A present focus on future change should trump paying penitence

Reparations are in fashion for compensating for the past argues John Milbank, asking whether taking a stance about the past is more important than achieving an outcome in the present.

John Milbank is a theologian, philosopher and poet. A co-founder of the Radical Orthodoxy movement, he is an Emeritus Professor of the University of Nottingham.

An accounting entry in copperplate writing.
Entry in Queen Anne’s Bounty Accounts showing money received from the executors of Edward Colston.

Reparations are in the news these days. Poland is demanding $1.3trillion from Germany for the destruction to their country by the Nazi’s invasion 84 years ago. The Mayor of New York City Mayor is advocating reparations payouts as a solution to the wealth gap between blacks and whites in the city, and Caribbean countries are considering approaching the United Nation international court of justice for legal advice about reparations for slavery. 

In line with this trend, the Church of England intends to spend £100m on reparations for its past involvement in slavery.  

As many have already pointed out, the receipt of any money from slavery profiteering was minimal and marginal at best, such that the rationale given for this intention involves a strange exaggeration of its own past faults.  

The problem with this is that it implies a kind of boasting about its sins, which is itself a mode of sin, all too akin to the agreeable shudders produced when a supposedly repentant sinner details his past wrong doings before the altar. The greater the lapse, the greater the grace, in a kind of gross liberal parody of an already gross exaggeration of a more authentic Protestant legacy.  

Why should the Church seek to do this? The answer surely is nothing to do with its reckoning with its own past shortcomings. It is rather the same old courting of middle-class respectability that has always afflicted Anglicanism at its worse, despite entirely opposite tendencies of which it can be proud. Reparations are fashionable in middle class circles and the Church wants to be in on the act. One should not mistake this for radicalism, nor for real repentance. If the West was really sorry for what it has done wrong in the past, it would not pretend that this wrong was not mixed up with a lot of good (in the case of overseas empires for example) but would seek in the present to act in an entirely different way: to abandon economic and ecological exploitation of the rest of the world in the present, and to seek to act always in a globally collaborative manner.  

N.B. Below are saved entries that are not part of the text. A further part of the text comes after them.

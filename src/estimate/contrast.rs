//! From two mean outcomes and their influence functions to an effect on the
//! asked scale, with a delta-method standard error and a normal interval
//! (difference on its own scale; ratio and odds on the log scale).

use super::{Scale, z_value};
use crate::{Error, Result};

/// Mean outcomes under the two settings and their influence functions,
/// scaled so that `mu_hat - mu ~ sum_i w_i phi_i` (hence
/// `Var = sum_i w_i phi_i^2`).
pub(crate) struct Arms {
    pub mu1: f64,
    pub mu0: f64,
    pub phi1: Vec<f64>,
    pub phi0: Vec<f64>,
}

/// The effect on `scale` from the two means.
pub(crate) fn effect(scale: Scale, mu1: f64, mu0: f64) -> Result<f64> {
    let e = match scale {
        Scale::Difference => mu1 - mu0,
        Scale::Ratio => {
            check_risk(mu1, mu0, false)?;
            mu1 / mu0
        }
        Scale::Odds => {
            check_risk(mu1, mu0, true)?;
            (mu1 / (1.0 - mu1)) / (mu0 / (1.0 - mu0))
        }
    };
    if e.is_finite() {
        Ok(e)
    } else {
        Err(Error::Numerical("the effect is not finite".into()))
    }
}

fn check_risk(mu1: f64, mu0: f64, odds: bool) -> Result<()> {
    let ok = |m: f64| m > 0.0 && (!odds || m < 1.0);
    if ok(mu1) && ok(mu0) {
        Ok(())
    } else {
        Err(Error::Numerical(format!(
            "mean outcomes {mu1} and {mu0} do not allow a {} scale",
            if odds { "odds-ratio" } else { "ratio" }
        )))
    }
}

/// Estimate, standard error and interval.
pub(crate) fn interval(scale: Scale, arms: &Arms, level: f64) -> Result<(f64, f64, [f64; 2])> {
    let est = effect(scale, arms.mu1, arms.mu0)?;
    let (d1, d0) = match scale {
        Scale::Difference => (1.0, 1.0),
        Scale::Ratio => (1.0 / arms.mu1, 1.0 / arms.mu0),
        Scale::Odds => (
            1.0 / (arms.mu1 * (1.0 - arms.mu1)),
            1.0 / (arms.mu0 * (1.0 - arms.mu0)),
        ),
    };
    let var: f64 = arms
        .phi1
        .iter()
        .zip(&arms.phi0)
        .map(|(a, b)| (d1 * a - d0 * b).powi(2))
        .sum();
    let se = var.sqrt();
    if !se.is_finite() {
        return Err(Error::Numerical("the standard error is not finite".into()));
    }
    let z = z_value(level);
    Ok(match scale {
        Scale::Difference => (est, se, [est - z * se, est + z * se]),
        _ => {
            let l = est.ln();
            (est, est * se, [(l - z * se).exp(), (l + z * se).exp()])
        }
    })
}

#[cfg(test)]
mod tests {
    use super::*;

    #[test]
    fn log_scale_interval_for_ratios() {
        // Closed form: phi gives var(log RR) = (0.1/0.5)^2 + (0.1/0.25)^2.
        let arms = Arms {
            mu1: 0.5,
            mu0: 0.25,
            phi1: vec![0.1, 0.0],
            phi0: vec![0.0, -0.1],
        };
        let (e, se, ci) = interval(Scale::Ratio, &arms, 0.95).unwrap();
        let sl = (0.04f64 + 0.16).sqrt();
        assert!((e - 2.0).abs() < 1e-12);
        assert!((se - 2.0 * sl).abs() < 1e-12);
        assert!((ci[0] - (2f64.ln() - 1.959963984540054 * sl).exp()).abs() < 1e-9);
        assert!(effect(Scale::Odds, 1.0, 0.5).is_err());
    }
}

Rather than seeking to change the present, it is far easier to continue to condemn the past, which cannot seriously be undone. 

The reasons it does not do so concern not only its continued commitment to an unqualified capitalism, but also and more subtly the truth that if we seriously wished to act positively and helpfully, we would have to resume some of our past paternalistic concern in a new idiom, that would no doubt prove unacceptable to a now liberal-dominated left. Increasingly, respectable liberal opinion cares far more about formal stances than about actual beneficent outcomes.  

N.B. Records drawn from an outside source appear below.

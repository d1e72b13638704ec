//! The analysis plan: settings checked and names resolved before any model
//! is fitted. A plan holds the graph with its unobserved nodes marked (nodes
//! that are not columns of the data, and those named as latent), the
//! exposure and outcome, the identification under the graph, and the set
//! the estimate will use (adjustment set or front-door set).

use crate::error::{Advice, Phrasing, Remedy, Setting, Words, nearest_names};
use crate::graph::{Graph, Names, Node, set_text};
use crate::identify::{Identification, Strategy, identify};
use crate::{Error, Result};

/// Which adjustment set to use under the backdoor strategy.
#[derive(Debug, Clone, PartialEq, Eq, Default)]
pub enum AdjustChoice {
    /// The optimal set O when it is observed and valid, else the smallest
    /// minimal set.
    #[default]
    Optimal,
    /// The smallest minimal set (ties broken by name).
    Minimal,
    /// The analyst's own set.
    Given(Vec<String>),
}

impl AdjustChoice {
    /// Parses the adjustment setting: `optimal`, `minimal`, or `A,B,C`.
    pub fn parse(s: &str) -> AdjustChoice {
        match s.trim() {
            "optimal" => AdjustChoice::Optimal,
            "minimal" => AdjustChoice::Minimal,
            list => AdjustChoice::Given(split_list(list)),
        }
    }
}

/// Splits a comma-separated list into trimmed, non-empty names.
pub fn split_list(s: &str) -> Vec<String> {
    s.split(',')
        .map(|x| x.trim().to_string())
        .filter(|x| !x.is_empty())
        .collect()
}

/// Why node `v` is unobserved, for messages.
fn why_latent(g: &Graph, v: Node, data: Option<&str>) -> String {
    if g.bidirected_pair(v).is_some() {
        "it is a latent node made by '<->'".to_string()
    } else if let Some(d) = data {
        format!("it is not a column of {d}")
    } else {
        "it is unobserved in the graph".to_string()
    }
}

/// The graph's nodes that are observed, with the exposure and outcome
/// resolved and checked.
#[derive(Debug, Clone)]
pub struct Roles {
    /// The graph with unobserved nodes marked.
    pub graph: Graph,
    /// The exposure node.
    pub exposure: Node,
    /// The outcome node.
    pub outcome: Node,
}

impl Roles {
    /// Marks unobserved nodes (absent from `columns` when given, or named
    /// in `latent`) and resolves the exposure and outcome; `data` names the
    /// data file in messages.
    pub fn resolve(
        mut graph: Graph,
        columns: Option<&[String]>,
        data: Option<&str>,
        latent: &[String],
        exposure: &str,
        outcome: &str,
    ) -> Result<Roles> {
        if let Some(cols) = columns {
            for v in 0..graph.len() {
                if !cols.iter().any(|c| c == graph.name(v)) {
                    graph.set_latent(v, true);
                }
            }
        }
        let mut marked = Vec::new();
        for name in latent {
            let v = node(&graph, name, Setting::Latent)?;
            graph.set_latent(v, true);
            marked.push(v);
        }
        let x = node(&graph, exposure, Setting::Exposure)?;
        let y = node(&graph, outcome, Setting::Outcome)?;
        if x == y {
            return Err(Error::option(
                Setting::Outcome,
                format!("is the same node '{exposure}' as the exposure"),
            ));
        }
        for (v, setting, role) in [
            (x, Setting::Exposure, "exposure"),
            (y, Setting::Outcome, "outcome"),
        ] {
            if marked.contains(&v) {
                return Err(Error::option(
                    Setting::Latent,
                    format!(
                        "lists '{}', the {role}; the {role} must be observed",
                        graph.name(v)
                    ),
                ));
            }
            if graph.is_latent(v) {
                return Err(Error::option(
                    setting,
                    format!(
                        "'{}' is unobserved: {}",
                        graph.name(v),
                        why_latent(&graph, v, data)
                    ),
                ));
            }
        }
        Ok(Roles {
            graph,
            exposure: x,
            outcome: y,
        })
    }

    /// Resolves the analyst's adjustment set to observed nodes other than the
    /// exposure and outcome.
    pub fn adjust_nodes(&self, names: &[String]) -> Result<Vec<Node>> {
        let mut set = Vec::new();
        for name in names {
            let v = node(&self.graph, name, Setting::Adjust)?;
            if v == self.exposure || v == self.outcome {
                return Err(Error::option(
                    Setting::Adjust,
                    format!("'{name}' is the exposure or the outcome; list other variables"),
                ));
            }
            if self.graph.is_latent(v) {
                return Err(Error::option(
                    Setting::Adjust,
                    format!("'{name}' is unobserved, so it cannot be adjusted for"),
                ));
            }
            if !set.contains(&v) {
                set.push(v);
            }
        }
        Ok(set)
    }
}

/// The node called `name`, or an error naming `setting`.
pub fn node(g: &Graph, name: &str, setting: Setting) -> Result<Node> {
    g.node(name).ok_or_else(|| {
        if let Some(why) = crate::graph::unwritable(name) {
            return Error::option(
                setting,
                format!(
                    "'{}' cannot be a node of the graph: {why}; rename the column in the data",
                    name.escape_debug()
                ),
            );
        }
        Error::option(
            setting,
            format!(
                "'{name}' is not a node of the graph (names are matched exactly, case-sensitive){}",
                nearest_names(name, (0..g.len()).map(|v| g.name(v)))
            ),
        )
    })
}

/// An analysis plan: what will be estimated and with which set.
#[derive(Debug, Clone)]
pub struct Plan {
    /// Graph, exposure and outcome.
    pub roles: Roles,
    /// What the graph says about identification.
    pub identification: Identification,
    /// The strategy the estimate follows (backdoor, frontdoor or none).
    pub strategy: Strategy,
    /// The adjustment set used (backdoor), sorted by name.
    pub adjustment_set: Option<Vec<String>>,
    /// The front-door set used (frontdoor), sorted by name.
    pub frontdoor_set: Option<Vec<String>>,
    /// Why this set was chosen, in words.
    pub reason: String,
    /// Warnings (an invalid set used on request).
    pub warnings: Vec<String>,
}

impl Plan {
    /// Identifies the effect and chooses the set to use. An invalid set of
    /// the analyst's is refused unless `force` is set, and then used with a
    /// warning, worded by [`Words`].
    pub fn new(roles: Roles, adjust: &AdjustChoice, force: bool) -> Result<Plan> {
        Plan::phrased(roles, adjust, force, &Words)
    }

    /// As [`Plan::new`], with the warnings naming settings in `phrasing`.
    pub fn phrased(
        roles: Roles,
        adjust: &AdjustChoice,
        force: bool,
        phrasing: &dyn Phrasing,
    ) -> Result<Plan> {
        let g = &roles.graph;
        let (x, y) = (roles.exposure, roles.outcome);
        let given = match adjust {
            AdjustChoice::Given(names) => Some(roles.adjust_nodes(names)?),
            _ => None,
        };
        let id = identify(g, x, y, given.as_deref());
        let mut warnings: Vec<String> = id.no_directed_path_warning(str::to_string).into_iter().collect();
        let mut strategy = id.strategy;
        let (adjustment_set, frontdoor_set, reason) = match (&id.given_set, adjust) {
            (Some(gs), _) if gs.valid => {
                strategy = Strategy::Backdoor;
                (
                    Some(gs.set.clone()),
                    None,
                    "the set given by the analyst, which meets the backdoor criterion".into(),
                )
            }
            (Some(gs), _) => {
                let why = given_set_problem(g, gs);
                let set = set_text(&gs.set, Names::Plain, "{}");
                if !force {
                    let choose = ["optimal", "minimal"].map(String::from).to_vec();
                    return Err(Error::option(
                        Setting::Adjust,
                        format!("{set} does not meet the backdoor criterion: {why}"),
                    )
                    .advised(Advice {
                        remedies: vec![
                            Remedy::Choose(Setting::Adjust, choose),
                            Remedy::TurnOn(Setting::ForceAdjust),
                        ],
                        purpose: "to estimate with it anyway",
                    }));
                }
                warnings.push(format!(
                    "{} {set} does not meet the backdoor criterion ({why}); it was used as asked ({}), \
                     so the estimate is biased under the graph",
                    phrasing.setting(Setting::Adjust),
                    phrasing.setting(Setting::ForceAdjust),
                ));
                strategy = Strategy::Backdoor;
                (
                    Some(gs.set.clone()),
                    None,
                    "the set given by the analyst (forced; not valid under the graph)".into(),
                )
            }
            (None, _) => match id.strategy {
                Strategy::Backdoor => {
                    let minimal = smallest(&id.backdoor.minimal_sets);
                    match (adjust, &id.backdoor.optimal_set) {
                        (AdjustChoice::Optimal, Some(o)) => (
                            Some(o.clone()),
                            None,
                            "the optimal adjustment set O (Henckel, Perković & Maathuis 2022)".into(),
                        ),
                        (AdjustChoice::Optimal, None) => (
                            minimal,
                            None,
                            format!(
                                "the smallest minimal adjustment set (the optimal set is not available: {})",
                                id.backdoor
                                    .optimal_set_reason
                                    .clone()
                                    .unwrap_or_else(|| "not valid".into())
                            ),
                        ),
                        _ => (minimal, None, "the smallest minimal adjustment set".into()),
                    }
                }
                Strategy::Frontdoor => (
                    None,
                    smallest(&id.frontdoor.sets),
                    "the smallest front-door set (Pearl 1995)".into(),
                ),
                Strategy::None => (None, None, String::new()),
            },
        };
        Ok(Plan {
            roles,
            identification: id,
            strategy,
            adjustment_set,
            frontdoor_set,
            reason,
            warnings,
        })
    }

    /// Why the effect is not identified, in one sentence (strategy none).
    pub fn not_identified_reason(&self) -> String {
        let id = &self.identification;
        let g = &self.roles.graph;
        let fd = match &id.frontdoor.obstacle {
            Some(o) => format!("none meets the front-door criterion: {o}"),
            None => "none meets the front-door criterion".into(),
        };
        format!(
            "the effect of {} on {} is not identified under this graph: no set of observed variables meets \
             the backdoor criterion, and {fd}",
            g.name(self.roles.exposure),
            g.name(self.roles.outcome)
        )
    }
}

fn smallest(sets: &[Vec<String>]) -> Option<Vec<String>> {
    sets.iter()
        .min_by(|a, b| a.len().cmp(&b.len()).then_with(|| a.cmp(b)))
        .cloned()
}

fn given_set_problem(g: &Graph, gs: &crate::identify::GivenSet) -> String {
    if !gs.descendants_of_exposure.is_empty() {
        return format!(
            "{} descends from the exposure",
            gs.descendants_of_exposure.join(", ")
        );
    }
    match gs.open_paths.first() {
        Some(p) => format!("the backdoor path {} stays open", g.path_text(p)),
        None => "it does not block every backdoor path".into(),
    }
}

Rather than seeking to change the present, it is far easier to continue to condemn the past, which cannot seriously be undone. Financial compensation is itself a substitute for any real change of heart. For if we really regretted past exploitation, we would not continue to sustain it in a less involved and more purely economic, and therefore worse form today.  

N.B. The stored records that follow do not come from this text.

impl Ipw {
    /// The two weighted means of a binary exposure; with some outcomes
    /// missing, each row's weight times its stabilised observation weight
    /// (What If, section 12.6), the population total over every row.
    fn means(
        &self,
        p: &Problem,
        ps: &Propensity,
        obs: Option<&Observed>,
        freq: Option<&[f64]>,
    ) -> Result<(f64, f64)> {
        let (a, y, est) = (p.a(), p.y(), p.spec.estimand);
        let mut s = [0.0; 5];
        for i in 0..p.n() {
            let f = freq.map_or(1.0, |f| f[i]) * p.member(i);
            let (h1, h0, _, _) = arm_weights(est, a[i], ps.e[i]);
            let (h1, h0) = (h1 * self.observation(obs, i), h0 * self.observation(obs, i));
            s[0] += f * h1 * y[i];
            s[1] += f * h1;
            s[2] += f * h0 * y[i];
            s[3] += f * h0;
            s[4] += f * population(est, a[i]);
        }
        if s[1] <= 0.0 || s[3] <= 0.0 {
            return Err(Error::Numerical(
                "ipw: an arm has no weight (no exposed or no unexposed rows)".into(),
            ));
        }
        Ok(if self.horvitz_thompson {
            (s[0] / s[4], s[2] / s[4])
        } else {
            (s[0] / s[1], s[2] / s[3])
        })
    }

    fn binary_targets(&self, p: &Problem, ps: &Propensity, obs: Option<&Observed>) -> Result<Targets> {
        // Under sampling weights w_i every row's weight and its derivative
        // carry w_i (the weighted estimating equations
        // sum_i w_i h_i (Y_i - mu) = 0 stacked with the weighted propensity
        // score equations), and so does its population share.
        let (mu1, mu0) = self.means(p, ps, obs, p.sampling())?;
        let (a, y, est, n) = (p.a(), p.y(), p.spec.estimand, p.n());
        let ht = self.horvitz_thompson;
        // Within a subgroup every average is over its rows
        // (`Problem::average_weight`); the propensity model's own score
        // stays that of the whole sample.
        let share = |i: usize| p.average_weight(i) * population(est, a[i]);
        let pop: f64 = (0..n).map(share).sum();
        let arm = |arm: usize, mu: f64| -> Vec<f64> {
            // Row i's weight in this arm and its derivative in the score,
            // before the observation weight (`h`) and with it (`hc`).
            let h = |i: usize| {
                let (h1, h0, d1, d0) = arm_weights(est, a[i], ps.e[i]);
                let w = p.average_weight(i);
                if arm == 1 {
                    (w * h1, w * d1)
                } else {
                    (w * h0, w * d0)
                }
            };
            let hc = |i: usize| {
                let (v, d) = h(i);
                let c = self.observation(obs, i);
                (v * c, d * c)
            };
            let s = if ht { pop } else { (0..n).map(|i| hc(i).0).sum() };
            let r = |i: usize| if ht { y[i] } else { y[i] - mu };
            // Derivative of the estimating function in the coefficients.
            let k_rows: Vec<f64> = (0..n).map(|i| hc(i).1 * ps.slope(i) * r(i)).collect();
            let k = weighted_sum(&p.propensity_rows(), &k_rows);
            drop(k_rows);
            let mut phi = ps.influence(p, &k);
            // And in the models of being observed, through c_i.
            if let Some(o) = obs {
                let g: Vec<f64> = (0..n).map(|i| h(i).0 * r(i)).collect();
                let io = o.influence(p, &g, !ht);
                phi.iter_mut().zip(io).for_each(|(f, x)| *f += x);
            }
            for (i, f) in phi.iter_mut().enumerate() {
                let u = if ht {
                    hc(i).0 * y[i] - share(i) * mu
                } else {
                    hc(i).0 * (y[i] - mu)
                };
                *f = (u + *f) / s;
            }
            phi
        };
        let mut t = Targets::default();
        t.push(Target::Level(1), mu1, arm(1, mu1));
        t.push(Target::Level(0), mu0, arm(0, mu0));
        t.notes.push(format!(
            "{} inverse probability weights from a logistic propensity model{}",
            self.form(),
            p.spec.trim.map_or(String::new(), |t| format!(
                ", scores clipped to [{t}, {}]",
                1.0 - t
            ))
        ));
        Ok(t)
    }

    fn form(&self) -> &'static str {
        if self.horvitz_thompson {
            "Horvitz-Thompson"
        } else {
            "normalized (Hajek)"
        }
    }

    /// The weighted mean outcome at level `k`, from its probabilities `pk`
    /// (and each row's stabilised observation weight, when some outcomes
    /// are missing).
    fn level_mean(
        &self,
        p: &Problem,
        pk: &[f64],
        k: usize,
        obs: Option<&Observed>,
        freq: Option<&[f64]>,
    ) -> Result<f64> {
        let (a, y) = (p.a(), p.y());
        let mut s = [0.0; 3];
        for i in 0..p.n() {
            let f = freq.map_or(1.0, |f| f[i]) * p.member(i);
            s[2] += f;
            if a[i] as usize == k {
                let c = self.observation(obs, i);
                s[0] += f * c * y[i] / pk[i];
                s[1] += f * c / pk[i];
            }
        }
        if s[1] <= 0.0 {
            return Err(Error::Numerical(format!(
                "ipw: exposure level {} has no weight (no rows at that level)",
                p.levels()[k]
            )));
        }
        Ok(if self.horvitz_thompson {
            s[0] / s[2]
        } else {
            s[0] / s[1]
        })
    }

    fn level_targets(&self, p: &Problem, fits: &Fits) -> Result<Targets> {
        let lp = fits.levels()?;
        let obs = fits.observed()?;
        let (a, y, n) = (p.a(), p.y(), p.n());
        let ht = self.horvitz_thompson;
        let levels = lp.prob.len();
        let total: f64 = (0..n).map(|i| p.average_weight(i)).sum();
        let mut t = Targets::default();
        for k in 0..levels {
            let pk = &lp.prob[k];
            let mu = self.level_mean(p, pk, k, obs, p.sampling())?;
            // Each row's weight, its sampling weight w_i included, before
            // the observation weight c_i (`h0`) and with it (`h`).
            let h0: Vec<f64> = (0..n)
                .map(|i| {
                    if a[i] as usize == k {
                        p.average_weight(i) / pk[i]
                    } else {
                        0.0
                    }
                })
                .collect();
            let h: Vec<f64> = (0..n).map(|i| h0[i] * self.observation(obs, i)).collect();
            let s = if ht { total } else { h.iter().sum() };
            let r = |i: usize| if ht { y[i] } else { y[i] - mu };
            // h_i = 1{A_i = k} / p_ik, so d h_i = -(h_i / p_ik) d p_ik.
            let g: Vec<f64> = (0..n).map(|i| -h[i] / pk[i] * r(i)).collect();
            let mut phi = lp.influence(p, &lp.gradient(p, k, &g));
            if let Some(o) = obs {
                let g: Vec<f64> = (0..n).map(|i| h0[i] * r(i)).collect();
                let io = o.influence(p, &g, !ht);
                phi.iter_mut().zip(io).for_each(|(f, x)| *f += x);
            }
            for (i, f) in phi.iter_mut().enumerate() {
                let u = if ht {
                    h[i] * y[i] - p.average_weight(i) * mu
                } else {
                    h[i] * (y[i] - mu)
                };
                *f = (u + *f) / s;
            }
            t.push(Target::Level(k), mu, phi);
        }
        t.notes.push(format!(
            "{} inverse probability weights from a multinomial propensity model of the {levels} exposure levels",
            self.form()
        ));
        Ok(t)
    }
}

/// The targets a marginal structural model forms: the curve's doses and
/// the doses of a contrast (not a shift from the observed exposure, which
/// the model of the exposure alone does not describe).
fn msm_targets(p: &Problem) -> Vec<Target> {
    p.targets()
        .into_iter()
        .filter(|t| matches!(t, Target::Dose(_)))
        .collect()
}

/// A marginal structural model: weighted least squares of the outcome on
/// the exposure's terms alone.
struct Msm {
    design: Design,
    coef: DVector<f64>,
    chol: crate::model::Chol,
    /// Frequency weight times stabilised weight, per row.
    w: Vec<f64>,
}

impl Msm {
    fn fit(p: &Problem, sw: &[f64], freq: Option<&[f64]>) -> Result<Msm> {
        let design = Design::build(&p.frame, Some(p.exposure), &[], p.spec.shape, &[]);
        let w: Vec<f64> = (0..p.n())
            .map(|i| freq.map_or(1.0, |f| f[i]) * p.member(i) * sw[i])
            .collect();
        let (coef, chol) = Ols::coefficients(&design.rows(&p.frame, Setting::Observed), p.y(), Some(&w))?;
        Ok(Msm {
            design,
            coef,
            chol,
            w,
        })
    }

    /// The design row at target `t`'s dose (the model holds the
    /// exposure's terms only, so every row is the same: the first).
    fn basis(&self, p: &Problem, t: Target) -> DVector<f64> {
        let rows = self.design.rows(&p.frame, t.setting());
        let mut out = vec![0.0; rows.ncols()];
        rows.fill(0, 1, &mut out);
        DVector::from_vec(out)
    }

    fn at(&self, p: &Problem, t: Target) -> f64 {
        self.basis(p, t).dot(&self.coef)
    }
}

fn dose_targets(p: &Problem, fits: &Fits) -> Result<Targets> {
    let dd = fits.dose()?;
    let msm = Msm::fit(p, &dd.weights, None)?;
    let fitted = linear_predictor(&msm.design.rows(&p.frame, Setting::Observed), &msm.coef);
    let resid: Vec<f64> = p.y().iter().zip(&fitted).map(|(y, f)| y - f).collect();
    let rows = msm.design.rows(&p.frame, Setting::Observed);
    let mut t = Targets::default();
    for target in msm_targets(p) {
        let b = msm.basis(p, target);
        let c = msm.chol.solve(&b);
        let lin = linear_predictor(&rows, &c);
        let phi: Vec<f64> = (0..p.n()).map(|i| msm.w[i] * resid[i] * lin[i]).collect();
        t.push(target, b.dot(&msm.coef), phi);
    }
    let terms: Vec<String> = msm.design.names().into_iter().skip(1).collect();
    t.notes.push(format!(
        "marginal structural model: weighted least squares of the outcome on {} with stabilized weights \
         (numerator: normal density of the exposure, mean {:.4}, sd {:.4}; denominator: normal linear model \
         of the exposure on the adjustment terms, residual sd {:.4}); robust standard errors with the \
         weights taken as known",
        terms.join(", "),
        dd.mean,
        dd.sd,
        dd.sigma
    ));
    if p.spec.contrast.is_none() {
        t.notes.push(
            "no effect of a one-unit shift from the observed exposure: the weighted model describes fixed \
             doses only; see the dose-response curve, or compare two doses"
                .into(),
        );
    }
    Ok(t)
}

Furthermore, to imagine that one can set a price on damaged heads is only to repeat the quantification and monetarisation of humanity that was the logic of slavery in the first place. The fact that so many non-white people nonetheless back the call for reparations is only a sad proof that they are covertly locked into a capitalist logic and a liberal-rights thinking that tends to tilt over into the unchristian (despite Nietzsche) ethics of ressentiment.  

Rather, one should say that our involvement in the Atlantic slave trade was so bad that nothing can offset it, save the sacrificial blood of Christ (recalling that he was betrayed for money) and our sharing in this atoning action through repentance and compensatory, embodied action in the present.  

So why on earth would the Church of William Wilberforce and Trevor Huddleston feel that it needs to regret its supposed slave owning and racist past? 

This was initially and most of all demanded and carried out by Anglicans of a usually High Tory persuasion, and though we should not forget some enlightenment opposition to slavery, which sometimes inspired the revolt of slaves themselves, it is an illusion not to consider this to be also Christian or at least post-Christian. After all, pagan republicans were not just at ease with slavery, they built their entire republican systems upon it. To a degree the United States tried at first to repeat that, till eventually a radical Christian vision (taking it beyond the qualified Biblical acceptance of slavery) won out in that country also, though it lagged in this respect behind Britain and the Anglican Church. 

So why on earth would the Church of William Wilberforce and Trevor Huddleston feel that it needs to regret its supposed slave owning and racist past?  

One might say that it is more important to feel shame and regret than to boast. But to celebrate one’s past saints is not to boast of oneself, but to accord honour where honour is due and to raise up admirable examples for admiration and imitation. To be human and to be creative in the image of God is continuously to praise as well as to blame, as the Anglican poet Geoffrey Hill frequently argued.  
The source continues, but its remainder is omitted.